### ASSIGNMENT
What lines below contain the word "boolean"? Please pull each one out.

BEGIN RECORDS SUPPLIED

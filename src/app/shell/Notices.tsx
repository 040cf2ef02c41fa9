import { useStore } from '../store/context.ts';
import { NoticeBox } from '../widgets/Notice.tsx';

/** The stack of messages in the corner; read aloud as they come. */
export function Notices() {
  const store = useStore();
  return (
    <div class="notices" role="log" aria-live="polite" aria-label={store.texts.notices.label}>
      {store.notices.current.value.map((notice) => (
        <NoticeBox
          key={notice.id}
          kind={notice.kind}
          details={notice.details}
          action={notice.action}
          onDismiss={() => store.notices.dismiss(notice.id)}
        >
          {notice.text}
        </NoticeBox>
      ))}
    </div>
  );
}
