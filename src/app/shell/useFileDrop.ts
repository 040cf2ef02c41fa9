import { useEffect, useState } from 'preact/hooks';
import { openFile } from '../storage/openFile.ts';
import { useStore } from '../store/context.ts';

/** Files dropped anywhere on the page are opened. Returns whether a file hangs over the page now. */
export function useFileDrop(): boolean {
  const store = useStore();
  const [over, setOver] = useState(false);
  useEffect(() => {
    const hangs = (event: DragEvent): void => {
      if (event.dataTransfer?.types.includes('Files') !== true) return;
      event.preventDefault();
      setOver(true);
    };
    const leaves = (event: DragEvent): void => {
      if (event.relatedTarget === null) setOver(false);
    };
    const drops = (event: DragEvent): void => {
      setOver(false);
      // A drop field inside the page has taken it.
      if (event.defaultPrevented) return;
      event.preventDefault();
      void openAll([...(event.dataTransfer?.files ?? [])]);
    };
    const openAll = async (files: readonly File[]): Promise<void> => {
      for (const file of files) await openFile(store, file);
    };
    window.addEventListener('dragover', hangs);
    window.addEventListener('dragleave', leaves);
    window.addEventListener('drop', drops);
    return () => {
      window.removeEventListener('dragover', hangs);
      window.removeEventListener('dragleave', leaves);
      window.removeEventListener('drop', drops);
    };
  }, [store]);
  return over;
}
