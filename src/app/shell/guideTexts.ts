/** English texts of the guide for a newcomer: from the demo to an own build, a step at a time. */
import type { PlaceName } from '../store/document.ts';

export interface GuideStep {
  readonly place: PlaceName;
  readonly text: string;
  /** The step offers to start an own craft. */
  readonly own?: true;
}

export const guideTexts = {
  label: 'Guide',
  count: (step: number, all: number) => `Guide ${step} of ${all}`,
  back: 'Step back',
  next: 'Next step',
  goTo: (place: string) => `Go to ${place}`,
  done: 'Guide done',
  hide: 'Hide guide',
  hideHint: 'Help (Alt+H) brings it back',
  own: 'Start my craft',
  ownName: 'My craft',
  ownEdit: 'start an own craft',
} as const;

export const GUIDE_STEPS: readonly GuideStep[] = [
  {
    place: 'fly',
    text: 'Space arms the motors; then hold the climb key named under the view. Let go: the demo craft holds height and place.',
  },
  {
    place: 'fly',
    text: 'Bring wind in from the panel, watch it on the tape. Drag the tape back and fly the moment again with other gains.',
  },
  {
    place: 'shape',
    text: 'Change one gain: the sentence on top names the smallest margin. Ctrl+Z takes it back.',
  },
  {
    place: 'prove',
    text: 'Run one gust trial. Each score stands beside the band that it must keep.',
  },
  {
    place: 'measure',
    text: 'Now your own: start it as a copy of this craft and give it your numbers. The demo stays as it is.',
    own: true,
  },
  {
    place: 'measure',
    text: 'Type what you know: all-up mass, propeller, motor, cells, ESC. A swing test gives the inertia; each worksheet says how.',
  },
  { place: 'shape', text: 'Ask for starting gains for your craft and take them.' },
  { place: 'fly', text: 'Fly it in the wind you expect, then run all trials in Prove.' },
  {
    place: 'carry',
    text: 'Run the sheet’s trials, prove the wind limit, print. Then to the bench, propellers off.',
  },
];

END RECORDS SUPPLIED
BEGIN RECORDS SUPPLIED

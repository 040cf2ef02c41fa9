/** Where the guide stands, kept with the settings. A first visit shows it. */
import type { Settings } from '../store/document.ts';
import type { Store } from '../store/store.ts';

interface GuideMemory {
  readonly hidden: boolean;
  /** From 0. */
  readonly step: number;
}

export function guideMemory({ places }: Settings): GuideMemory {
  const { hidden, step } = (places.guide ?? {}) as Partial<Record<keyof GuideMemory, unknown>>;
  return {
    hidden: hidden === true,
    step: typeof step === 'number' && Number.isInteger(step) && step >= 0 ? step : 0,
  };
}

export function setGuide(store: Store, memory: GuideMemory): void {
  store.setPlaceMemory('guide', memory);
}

END RECORDS SUPPLIED

### REPLY
export function useFileDrop(): boolean {
  readonly hidden: boolean;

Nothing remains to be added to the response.